How to record and report the matter appropriately
- take screenshots of the email, the sender’s address, and the message header;
- record the subject line, the time of receipt, and all domains used;
- forward the email to the address specified by your bank or security team (for example, phishing@yourbank.example);
- where appropriate, include the same materials in a report to ISFCA using the form below or by sending them to report@isfca.org.
Such reports assist in identifying new phishing campaigns, updating threat indicators, and warning users and organisations more quickly about recurring scenarios.
Have you received a suspicious SMS message or telephone call?
What to do first
- do not disclose verification codes, PINs, CVV numbers, passwords, or any other confidential data;
- if the caller claims to represent a bank, regulator, or public authority, end the call and contact the organisation directly using its official telephone number;
- retain the number, the text of the message, the date, and the context of the conversation;
- block the contact in your phone and messaging applications after preserving the relevant evidence.
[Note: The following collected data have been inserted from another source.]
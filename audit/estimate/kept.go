package estimate

import "sync"

// Kept holds what is dear to make and can serve again, by size. The zero Kept is of no
// use; Make must be set before Take. For concurrent use.
type Kept[T any] struct {
	Make  func(size int) T
	pools sync.Map // of *sync.Pool by size
}

// Take gives one of a size that nobody else has.
func (k *Kept[T]) Take(size int) T {
	if pool, ok := k.pools.Load(size); ok {
		if kept, ok := pool.(*sync.Pool).Get().(T); ok {
			return kept
		}
	}
	return k.Make(size)
}

// Give takes one of a size back; the giver must not use it any more.
func (k *Kept[T]) Give(size int, v T) {
	pool, _ := k.pools.LoadOrStore(size, new(sync.Pool))
	pool.(*sync.Pool).Put(v)
}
How to report a suspicious contact
- pass the information to your bank, payment service, or another affected organisation;
- where appropriate, submit a complaint to the telecommunications provider or platform through which the message was delivered;
- if the contact relates to financial transactions, investments, a purported “compliance check”, or the release of funds, report it to ISFCA.
Comparison of numbers, communication scripts, and narratives helps identify serial fraud campaigns more quickly and supports the issuance of relevant warnings.
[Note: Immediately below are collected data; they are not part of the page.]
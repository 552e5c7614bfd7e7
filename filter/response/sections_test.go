package response

import (
	"encoding/csv"
	"math"
	"math/big"
	"math/cmplx"
	"os"
	"strconv"
	"testing"
)

// near fails unless got is within tol of want; NaN fails.
func near(t *testing.T, what string, got, want, tol float64) {
	t.Helper()
	if !(math.Abs(got-want) <= tol) {
		t.Errorf("%s: got %.15g, want %.15g, off by %.3g, allowed %.3g", what, got, want, math.Abs(got-want), tol)
	}
}

// allPass2 has poles r e^(+-j theta).
func allPass2(r, theta float64) Section {
	return Section{B0: r * r, B1: -2 * r * math.Cos(theta), B2: 1, A1: -2 * r * math.Cos(theta), A2: r * r}
}

// TestGroupDelayClosedForms compares with closed forms tabled for five
// textbook systems (Oppenheim & Schafer; testdata/README.md). The table has
// ten decimals, hence the tolerance.
func TestGroupDelayClosedForms(t *testing.T) {
	delay7 := []Section{{B2: 1}, {B2: 1}, {B2: 1}, {B1: 1}}
	systems := map[string]func(omega float64) float64{
		"delay_7":                delayOf(delay7...),
		"fir_1_2_3_2_1":          delayOf(Section{B0: 1, B1: 1, B2: 1}, Section{B0: 1, B1: 1, B2: 1}),
		"one_pole_a_0.9":         delayOf(Section{B0: 1, A1: -0.9}),
		"allpass1_c_-0.5":        delayOf(Section{B0: -0.5, B1: 1, A1: -0.5}),
		"allpass2_r_0.9_theta_1": delayOf(allPass2(0.9, 1)),
	}
	rows := readCSV(t, "testdata/group-delay-closed-forms.csv")
	omegas := []float64{0, 0.1, 0.5, 1, 2, 3}
	for _, row := range rows[1:] {
		delay, known := systems[row[0]]
		if !known {
			t.Fatalf("the table has a system %q that is not tested", row[0])
		}
		for i, omega := range omegas {
			near(t, row[0], delay(omega), number(t, row[2+i]), 1e-10)
		}
	}
	if len(rows)-1 != len(systems) {
		t.Errorf("%d systems in the table, %d tested", len(rows)-1, len(systems))
	}
}

func delayOf(s ...Section) func(float64) float64 {
	return func(omega float64) float64 { return SectionsGroupDelay(s, omega) }
}

func readCSV(t *testing.T, name string) [][]string {
	t.Helper()
	f, err := os.Open(name)
	if err != nil {
		t.Fatal(err)
	}
	defer f.Close()
	rows, err := csv.NewReader(f).ReadAll()
	if err != nil {
		t.Fatal(err)
	}
	return rows
}

func number(t *testing.T, s string) float64 {
	t.Helper()
	v, err := strconv.ParseFloat(s, 64)
	if err != nil {
		t.Fatal(err)
	}
	return v
}

// TestFirstOrderFormulas checks one-pole and first-order all-pass delays on a
// grid against the closed forms themselves (Oppenheim & Schafer), the grid
// reaching both ends. The forms cancel near their own zeros, by about 1e-15
// times their largest term.
func TestFirstOrderFormulas(t *testing.T) {
	const a, c = 0.9, -0.5
	for i := range 101 {
		omega := math.Pi * float64(i) / 100
		cos := math.Cos(omega)
		onePole := (a*cos - a*a) / (1 - 2*a*cos + a*a)
		near(t, "one pole", SectionsGroupDelay([]Section{{B0: 1, A1: -a}}, omega), onePole, 1e-13)
		allPass := (1 - c*c) / (1 + 2*c*cos + c*c)
		near(t, "all-pass", SectionsGroupDelay([]Section{{B0: c, B1: 1, A1: c}}, omega), allPass, 1e-13)
	}
}

// TestAllPassIntegral: the group delay of an all-pass of order n integrates to
// n pi over 0..pi (standard identity). The trapezoid rule converges
// geometrically on a periodic analytic function, here as 0.95^4096.
func TestAllPassIntegral(t *testing.T) {
	s := []Section{allPass2(0.9, 1), allPass2(0.95, 2.5), {B0: -0.5, B1: 1, A1: -0.5}}
	const n = 2048
	sum := (SectionsGroupDelay(s, 0) + SectionsGroupDelay(s, math.Pi)) / 2
	for i := 1; i < n; i++ {
		sum += SectionsGroupDelay(s, math.Pi*float64(i)/n)
	}
	near(t, "integral/pi", sum/n, 5, 1e-11)
}

// TestZeroOnCircle: a notch and zeros at z = 1 and z = -1 contribute the limit
// of half a sample a zero, at the very frequency and on both sides of it.
func TestZeroOnCircle(t *testing.T) {
	const omega0 = 0.3
	cases := []struct {
		name  string
		s     Section
		omega float64
		zeros int
	}{
		{"notch", Section{B0: 1, B1: -2 * math.Cos(omega0), B2: 1}, omega0, 2},
		{"[1 0 1]", Section{B0: 1, B2: 1}, math.Pi / 2, 2},
		{"double zero at 1", Section{B0: 1, B1: -2, B2: 1}, 0, 2},
		{"zero at 1", Section{B0: 3, B1: -3}, 0, 1},
		{"zero at -1", Section{B0: 3, B1: 3}, math.Pi, 1},
		{"zeros at 1 and -1", Section{B0: 1, B2: -1}, 0, 2},
	}
	for _, c := range cases {
		for _, away := range []float64{0, 1e-12, 1e-6, 0.1} {
			omega := math.Abs(c.omega - away)
			near(t, c.name, SectionsGroupDelay([]Section{c.s}, omega), float64(c.zeros)/2, 1e-12)
		}
	}
	// A zero at 1 beside another real one: 1/2 + the delay -c/(1-c) of 1 - c/z.
	mixed := []Section{{B0: 1, B1: -1.5, B2: 0.5}}
	near(t, "zero at 1 with 0.5", SectionsGroupDelay(mixed, 0), 0.5-1, 1e-12)
	near(t, "beside it", SectionsGroupDelay(mixed, 1e-9), 0.5-1, 1e-9)
	if d := SectionsGroupDelay([]Section{{}}, 1); !math.IsNaN(d) {
		t.Errorf("a section of zero gain has a delay of %g, want NaN", d)
	}
}

// TestExactZeros: zeros at the ends of the axis give exactly nothing.
func TestExactZeros(t *testing.T) {
	cases := []struct {
		s     Section
		omega float64
	}{
		{Section{B0: 0.3, B1: -0.6, B2: 0.3, A1: -1.99, A2: 0.991}, 0},
		{Section{B0: 0.3, B1: -0.3, A1: -0.99}, 0},
		{Section{B0: 0.1, B1: 0.2, B2: 0.1, A1: -1.99, A2: 0.991}, math.Pi},
		{Section{B0: 0.1, B1: 0.1, A1: -0.9}, math.Pi},
	}
	for _, c := range cases {
		if h := SectionsAt([]Section{c.s}, c.omega); h != 0 {
			t.Errorf("%+v at %g: got %g, want exactly 0", c.s, c.omega, h)
		}
	}
}

// TestLowCornerEvaluation compares with 200-bit arithmetic on the very same
// coefficients: a resonance of Q 2.5 at 20 Hz, 192 kHz, where the plain formula
// loses half the digits. Sections reach a few 1e-16 times Q.
func TestLowCornerEvaluation(t *testing.T) {
	const corner = 2 * math.Pi * 20 / 192000
	r := 1 - corner/5
	s := Section{B0: 1, B1: -2, B2: 1, A1: -2 * r * math.Cos(corner), A2: r * r}
	worst, worstDelay := 0.0, 0.0
	for _, ratio := range []float64{0.01, 0.1, 0.5, 0.9, 1, 1.01, 1.5, 10, 100, 4000} {
		omega := corner * ratio
		want, wantDelay := preciseAt(s, omega)
		worst = math.Max(worst, cmplx.Abs(SectionsAt([]Section{s}, omega)-want)/cmplx.Abs(want))
		delay := SectionsGroupDelay([]Section{s}, omega)
		worstDelay = math.Max(worstDelay, math.Abs(delay-wantDelay)/(1+math.Abs(wantDelay)))
	}
	t.Logf("worst relative error: response %.2g, group delay %.2g", worst, worstDelay)
	near(t, "response error", worst, 0, 1e-14)
	near(t, "group delay error", worstDelay, 0, 1e-13)
}

// preciseAt evaluates one section in big.Float from a series for sine and
// cosine: response, and delay as Re{N'/N - D'/D} with N' = sum n b_n z^-n.
func preciseAt(s Section, omega float64) (complex128, float64) {
	sin, cos := bigSinCos(omega)
	b := [3]float64{s.B0, s.B1, s.B2}
	a := [3]float64{1, s.A1, s.A2}
	n, nRamp := bigPoly(b, cos, sin)
	d, dRamp := bigPoly(a, cos, sin)
	h, delay, delayD := n.over(d), nRamp.over(n), dRamp.over(d)
	re, _ := h.re.Float64()
	im, _ := h.im.Float64()
	samples, _ := new(big.Float).Sub(delay.re, delayD.re).Float64()
	return complex(re, im), samples
}

func bigNumber(v float64) *big.Float { return new(big.Float).SetPrec(200).SetFloat64(v) }

func bigMul(a, b *big.Float) *big.Float { return new(big.Float).SetPrec(200).Mul(a, b) }

func bigAdd(a, b *big.Float) *big.Float { return new(big.Float).SetPrec(200).Add(a, b) }

func bigSinCos(x float64) (sin, cos *big.Float) {
	sin, cos = bigNumber(0), bigNumber(0)
	term := bigNumber(1)
	for k := range 60 {
		sum := cos
		if k%2 == 1 {
			sum = sin
		}
		if k%4 < 2 {
			sum.Add(sum, term)
		} else {
			sum.Sub(sum, term)
		}
		term = bigMul(term, bigNumber(x))
		term.Quo(term, bigNumber(float64(k+1)))
	}
	return sin, cos
}

type bigComplex struct{ re, im *big.Float }

func (a bigComplex) times(b bigComplex) bigComplex {
	minus := new(big.Float).Neg(bigMul(a.im, b.im))
	return bigComplex{bigAdd(bigMul(a.re, b.re), minus), bigAdd(bigMul(a.re, b.im), bigMul(a.im, b.re))}
}

func (a bigComplex) over(b bigComplex) bigComplex {
	square := bigAdd(bigMul(b.re, b.re), bigMul(b.im, b.im))
	q := a.times(bigComplex{b.re, new(big.Float).Neg(b.im)})
	return bigComplex{q.re.Quo(q.re, square), q.im.Quo(q.im, square)}
}

// bigPoly returns sum c_n z^-n and sum n c_n z^-n.
func bigPoly(c [3]float64, cos, sin *big.Float) (value, ramped bigComplex) {
	step := bigComplex{cos, new(big.Float).Neg(sin)}
	power := bigComplex{bigNumber(1), bigNumber(0)}
	value, ramped = bigComplex{bigNumber(0), bigNumber(0)}, bigComplex{bigNumber(0), bigNumber(0)}
	for n, v := range c {
		term := power.times(bigComplex{bigNumber(v), bigNumber(0)})
		value = bigComplex{bigAdd(value.re, term.re), bigAdd(value.im, term.im)}
		k := bigNumber(float64(n))
		ramped = bigComplex{bigAdd(ramped.re, bigMul(k, term.re)), bigAdd(ramped.im, bigMul(k, term.im))}
		power = power.times(step)
	}
	return value, ramped
}

// TestImpulse compares with the closed form a^n of one pole, and with the
// transform: the response of the impulse response is the response.
func TestImpulse(t *testing.T) {
	for n, h := range Impulse([]Section{{B0: 1, A1: -0.9}}, 50) {
		near(t, "0.9^n", h, math.Pow(0.9, float64(n)), 1e-15)
	}
	s := []Section{allPass2(0.9, 1), {B0: 1, B1: -1, A1: -0.5}}
	h := Impulse(s, 600) // 0.9^600 is 4e-28
	for omega := 0.0; omega <= math.Pi; omega += 0.1 {
		near(t, "transform", cmplx.Abs(TapsAt(h, omega)-SectionsAt(s, omega)), 0, 1e-13)
	}
	if len(Impulse(nil, 0)) != 0 {
		t.Error("no samples were asked for")
	}
	if one := Impulse(nil, 3); one[0] != 1 || one[1] != 0 || one[2] != 0 {
		t.Errorf("the empty cascade is not the identity: %v", one)
	}
}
Do you suspect that a website is fake?
How to record and report it
- retain the full URL and take screenshots of the key pages;
- do not download files or run installers offered by such a resource;
- submit the information to the competent cybersecurity centre in your country and, where appropriate, to ISFCA for comparison with other cases.
Information concerning fraudulent websites supports domain blocking, strengthens client warnings, and reduces the operational lifespan of fraudulent infrastructure.
Have you identified suspicious advertising or an investment offer?
What to look for
- promises of guaranteed, exceptionally high, or “risk-free” returns;
- use of regulators’ logos and the names of well-known organisations without genuine links to registers or official confirmations;
- references to “official approval” without documents, a licence number, or a clearly identified jurisdiction;
- false testimonials, repetitive success stories, pressure through urgency, and demands for additional payment as a condition of withdrawal.
How to report such advertising appropriately
- take screenshots of the advertisement and the page to which it leads;
- use the platform’s built-in reporting mechanism;
- where appropriate, notify the advertising or consumer regulator in your country;
- send the materials to ISFCA if the advertisement relates to financial products, investments, crypto-assets, or payment services.
Timely complaints help remove fraudulent advertisements, update platform filters, and warn potential victims before funds are transferred.